Judge to killer of Macon rapper: ‘Too many people die in this town for no real reason’

A mother’s tearful plea did not go unheard in a Bibb County courtroom Monday.

Tarmeassia Guice told a judge of her pain and sorrow in the aftermath of her son Keenan’s shooting death two winters ago.

Through sobs about how much she missed and loved him, she said, “This senseless violence with guns have to stop. And people have to be held accountable for their actions.”

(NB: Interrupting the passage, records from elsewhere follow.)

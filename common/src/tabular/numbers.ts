/** Cells of a raw file to numbers, by the file's own decimal sign; time stamps to seconds. */
export type DecimalSign = '.' | ',';

const NUMBER = { '.': /^[+-]?(\d+\.?\d*|\.\d+)([eE][+-]?\d+)?$/, ',': /^[+-]?(\d+,?\d*|,\d+)([eE][+-]?\d+)?$/ };
const DATE = String.raw`(?:\d{4}-\d{2}-\d{2}[T ]|\d{1,2}[./]\d{1,2}[./]\d{2,4} )`;
const CLOCK = new RegExp(`^${DATE}?(\\d{1,4}):(\\d{2}):(\\d{2}(?:[.,]\\d+)?)(?: ?([AP])M)?(?:Z|[+-]\\d{2}:?\\d{2})?$`, 'i');
/** Minutes and seconds since the start, told from hours and minutes by the fraction. */
const STOPWATCH = /^(\d{1,4}):(\d{2}[.,]\d+)$/;
const MINUS = '\u2212';

/** NaN when the cell is no number. Both the hyphen and the true minus sign are read. */
export function cellNumber(cell: string, decimal: DecimalSign): number {
  const text = cell.trim();
  if (text === '') return Number.NaN;
  if (!NUMBER[decimal].test(text)) return text.includes(MINUS) ? cellNumber(text.replaceAll(MINUS, '-'), decimal) : Number.NaN;
  return Number(decimal === ',' ? text.replace(',', '.') : text);
}

const seconds = (text: string | undefined) => Number((text ?? '').replace(',', '.'));

/** Seconds of the day of `hh:mm:ss.sss`, with or without a date before it, or of `mm:ss.s` since the start; NaN when it is no time stamp. */
export function clockSeconds(cell: string): number {
  const text = cell.trim();
  const match = CLOCK.exec(text);
  if (match === null) {
    const since = STOPWATCH.exec(text);
    return since === null ? Number.NaN : Number(since[1]) * 60 + seconds(since[2]);
  }
  const half = match[4]?.toUpperCase();
  const hours = half === undefined ? Number(match[1]) : (Number(match[1]) % 12) + (half === 'P' ? 12 : 0);
  return hours * 3600 + Number(match[2]) * 60 + seconds(match[3]);
}

/** A number or, failing that, a time stamp in seconds. */
export function cellValue(cell: string, decimal: DecimalSign): number {
  const value = cellNumber(cell, decimal);
  return Number.isNaN(value) ? clockSeconds(cell) : value;
}

const GROUPED = /^[+-]?\d{1,3}(?:(?:,\d{3})+\.\d*|(?:\.\d{3})+,\d*|(?:,\d{3}){2,}|(?:\.\d{3}){2,}|(?:[' \u2019\u00a0\u202f]\d{3})+(?:[.,]\d*)?)$/;

/** True for a number with thousands separators that can be read in no other way, as `1,234.5` or `1.234,5`. */
export function hasThousandsSeparators(cell: string): boolean {
  return GROUPED.test(cell.trim());
}

/** True for `1,234` or `1.234`: one thousand or a little more than one. `0,123` and `1,23` can only be decimals. */
export function couldBeThousands(cell: string): boolean {
  return /^[+-]?[1-9]\d{0,2}[.,]\d{3}$/.test(cell.trim());
}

Keenan Guice, 20, an aspiring rapper, had been at a Macon apartment complex the night of Dec. 18, 2017, when a man named Demarcus Colson and others showed up. Guice was shot in the chest while trying to help defuse an argument between Colson and a man at the apartments in a spat that, as best authorities can tell, was about a woman.

Demarcus Colson.JPG
Demarcus Colson

In court Monday, Colson couldn’t muster much of an explanation for what sparked the gunfire, just that it stemmed from a “he-said, she-said.”

The shooting happened at Cobblestone Square Apartments on Riley Avenue, just north of Vineville and Ridge avenues behind what was then Ingleside United Methodist Church.

Colson, who turns 27 next week, was in court to plead guilty. The deadly argument he helped escalate had involved another man with a gun, authorities have said.

In exchange for Colson’s plea, a murder charge against him was reduced to voluntary manslaughter. He also pleaded guilty to aggravated assault and a gun charge. He was sentenced to 15 years in prison and another 15 years on probation.

Bibb County Superior Court Judge Howard Z. Simms Joe Kovac Jr.

Colson’s soft-spoken, at-times-muttered explanation about why the killing happened was hard to hear for those in the courtroom gallery behind him. His lawyer, Lauren Dixon, told the judge that Colson had acknowledged doing wrong and attributed some of Colson’s actions to “hanging out with the wrong people.”

Later, Judge Howard Z. Simms, as best he could, summed up the encounter that cost Keenan Guice his life.

Looking down from the bench at Colson, the judge said, “The bottom line is, Mr. Colson, somebody’s dead who didn’t have anything to do with this. ... Is there any point? ... Mr. Guice’s mom is right. Too many people die in this town for no real reason, way too often.”

Simms said some people seem to have lost touch with value of another person’s life.

“Shooting somebody around here seems like it doesn’t get much more thought than turning on or off a light switch,” he said, still staring down at Colson. “You can’t give me any good reason why this man is dead. There are never any good reasons why, never.”